[[ MATERIAL PROVIDED, beginning ]]

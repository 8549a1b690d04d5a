"""Storage back ends for the trials tests: the default journal file, SQLite, and a real,
throwaway PostgreSQL 15 server.

The server runs as the ``postgres`` user (PostgreSQL refuses to run as root), keeps its data
in a temporary folder, listens on 127.0.0.1 only, on a free port, requires a password for TCP
connections (given through ``PGPASSWORD``, as users are told to), and is stopped afterwards.
"""

from __future__ import annotations

import os
import secrets
import shutil
import socket
import subprocess
import tempfile
from collections.abc import Iterator
from contextlib import contextmanager
from pathlib import Path

import pytest

from tests.conftest import TINY_SWEEP, write_sweep
from tests.trials.runs import EPOCHS

PG_USER = "postgres"


def as_postgres(cmd: list[str], **kw) -> subprocess.CompletedProcess:
    prefix = ["runuser", "-u", PG_USER, "--"] if os.geteuid() == 0 else []
    return subprocess.run(prefix + cmd, check=True, capture_output=True, text=True, **kw)


def free_port() -> int:
    with socket.socket() as sock:
        sock.bind(("127.0.0.1", 0))
        return sock.getsockname()[1]


@contextmanager
def throwaway_postgres(max_connections: int = 200) -> Iterator[tuple[str, str]]:
    """(host URL without a database, password) of a fresh PostgreSQL cluster, stopped after.

    Also used by tests/bench/bench_load.py.
    """
    for binary in ("initdb", "pg_ctl", "postgres"):
        assert shutil.which(binary), f"{binary} is not on PATH: the PostgreSQL tests need it"
    root = Path(tempfile.mkdtemp(prefix="kablate-pg-"))
    password = secrets.token_hex(8)
    (root / "pw").write_text(password + "\n")
    if os.geteuid() == 0:
        shutil.chown(root, PG_USER)
        shutil.chown(root / "pw", PG_USER)
    data, port = root / "data", free_port()
    as_postgres(
        [
            "initdb",
            "-D",
            str(data),
            "-U",
            PG_USER,
            "--pwfile",
            str(root / "pw"),
            "--auth-host=scram-sha-256",
            "--auth-local=trust",
            "--no-sync",
        ]
    )
    options = (
        f"-c listen_addresses=127.0.0.1 -p {port} -k {root} -c fsync=off "
        f"-c synchronous_commit=off -c full_page_writes=off -c max_connections={max_connections}"
    )
    as_postgres(["pg_ctl", "-D", str(data), "-o", options, "-l", str(root / "log"), "-w", "start"])
    try:
        yield f"postgresql://{PG_USER}@127.0.0.1:{port}", password
    finally:
        as_postgres(["pg_ctl", "-D", str(data), "-m", "immediate", "-w", "stop"])
        shutil.rmtree(root, ignore_errors=True)


def create_database(host_url: str, password: str) -> str:
    """A fresh database on the server; its URL (the password is not in it)."""
    import psycopg2

    name = "t" + secrets.token_hex(6)
    conn = psycopg2.connect(host_url + "/postgres", password=password)
    conn.autocommit = True
    with conn.cursor() as cur:
        cur.execute(f"CREATE DATABASE {name}")
    conn.close()
    return f"{host_url}/{name}"


@pytest.fixture(scope="session")
def postgres_server():
    """(host URL without a database, password) of a fresh PostgreSQL cluster."""
    with throwaway_postgres() as server:
        yield server


@pytest.fixture
def postgres_url(postgres_server, monkeypatch) -> str:
    """A fresh database on the server; its password travels in ``PGPASSWORD`` only."""
    host_url, password = postgres_server
    monkeypatch.setenv("PGPASSWORD", password)
    return create_database(host_url, password)


@pytest.fixture(params=["journal", pytest.param("postgres", marks=pytest.mark.postgres)])
def storage(request, tmp_path) -> str | None:
    """Every storage a sweep can run on across processes: None is the default journal file."""
    if request.param == "journal":
        return None
    return request.getfixturevalue("postgres_url")


@pytest.fixture
def long_sweep(tmp_path: Path) -> Path:
    """The tiny sweep, made long enough (about 2 s a trial here) to be caught mid-trial.

    With 200 images an epoch takes about 10 ms, so a whole trial could start, checkpoint and
    finish between two looks of the test; 1,200 images and 40 epochs leave a wide window.
    """
    body = TINY_SWEEP.replace(
        'from = "configs/tiny-recipe.toml"', f'from = "configs/tiny-recipe.toml"\nepochs = {EPOCHS}'
    ).replace("train_size = 200", "train_size = 1200")
    return write_sweep(tmp_path, body)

[[ MATERIAL PROVIDED, end ]]

Once more, write out the entries exactly as they were written.

### [EXERCISE SOLUTION]
repository 8549a1b690d04d5a
"""Storage back ends for the trials tests: the default journal file, SQLite, and a real,
throwaway PostgreSQL 15 server.

The server runs as the ``postgres`` user (PostgreSQL refuses to run as root), keeps its data
in a temporary folder, listens on 127.0.0.1 only, on a free port, requires a password for TCP
connections (given through ``PGPASSWORD``, as users are told to), and is stopped afterwards.
"""

from __future__ import annotations

import os
import secrets
import shutil
import socket
import subprocess
import tempfile
from collections.abc import Iterator
from contextlib import contextmanager
from pathlib import Path

import pytest

from tests.conftest import TINY_SWEEP, write_sweep
from tests.trials.runs import EPOCHS

PG_USER = "postgres"


def as_postgres(cmd: list[str], **kw) -> subprocess.CompletedProcess:
    prefix = ["runuser", "-u", PG_USER, "--"] if os.geteuid() == 0 else []
    return subprocess.run(prefix + cmd, check=True, capture_output=True, text=True, **kw)


def free_port() -> int:
    with socket.socket() as sock:
        sock.bind(("127.0.0.1", 0))
        return sock.getsockname()[1]


@contextmanager
def throwaway_postgres(max_connections: int = 200) -> Iterator[tuple[str, str]]:
    """(host URL without a database, password) of a fresh PostgreSQL cluster, stopped after.

    Also used by tests/bench/bench_load.py.
    """
    for binary in ("initdb", "pg_ctl", "postgres"):
        assert shutil.which(binary), f"{binary} is not on PATH: the PostgreSQL tests need it"
    root = Path(tempfile.mkdtemp(prefix="kablate-pg-"))
    password = secrets.token_hex(8)
    (root / "pw").write_text(password + "\n")
    if os.geteuid() == 0:
        shutil.chown(root, PG_USER)
        shutil.chown(root / "pw", PG_USER)
    data, port = root / "data", free_port()
    as_postgres(
        [
            "initdb",
            "-D",
            str(data),
            "-U",
            PG_USER,
            "--pwfile",
            str(root / "pw"),
            "--auth-host=scram-sha-256",
            "--auth-local=trust",
            "--no-sync",
        ]
    )
    options = (
        f"-c listen_addresses=127.0.0.1 -p {port} -k {root} -c fsync=off "
        f"-c synchronous_commit=off -c full_page_writes=off -c max_connections={max_connections}"
    )
    as_postgres(["pg_ctl", "-D", str(data), "-o", options, "-l", str(root / "log"), "-w", "start"])
    try:
        yield f"postgresql://{PG_USER}@127.0.0.1:{port}", password
    finally:
        as_postgres(["pg_ctl", "-D", str(data), "-m", "immediate", "-w", "stop"])
        shutil.rmtree(root, ignore_errors=True)


def create_database(host_url: str, password: str) -> str:
    """A fresh database on the server; its URL (the password is not in it)."""
    import psycopg2

    name = "t" + secrets.token_hex(6)
    conn = psycopg2.connect(host_url + "/postgres", password=password)
    conn.autocommit = True
    with conn.cursor() as cur:
        cur.execute(f"CREATE DATABASE {name}")
    conn.close()
    return f"{host_url}/{name}"


@pytest.fixture(scope="session")
def postgres_server():
    """(host URL without a database, password) of a fresh PostgreSQL cluster."""
    with throwaway_postgres() as server:
        yield server


@pytest.fixture
def postgres_url(postgres_server, monkeypatch) -> str:
    """A fresh database on the server; its password travels in ``PGPASSWORD`` only."""
    host_url, password = postgres_server
    monkeypatch.setenv("PGPASSWORD", password)
    return create_database(host_url, password)


@pytest.fixture(params=["journal", pytest.param("postgres", marks=pytest.mark.postgres)])
def storage(request, tmp_path) -> str | None:
    """Every storage a sweep can run on across processes: None is the default journal file."""
    if request.param == "journal":
        return None
    return request.getfixturevalue("postgres_url")


@pytest.fixture
def long_sweep(tmp_path: Path) -> Path:
    """The tiny sweep, made long enough (about 2 s a trial here) to be caught mid-trial.

    With 200 images an epoch takes about 10 ms, so a whole trial could start, checkpoint and
    finish between two looks of the test; 1,200 images and 40 epochs leave a wide window.
    """
    body = TINY_SWEEP.replace(
        'from = "configs/tiny-recipe.toml"', f'from = "configs/tiny-recipe.toml"\nepochs = {EPOCHS}'
    ).replace("train_size = 200", "train_size = 1200")
    return write_sweep(tmp_path, body)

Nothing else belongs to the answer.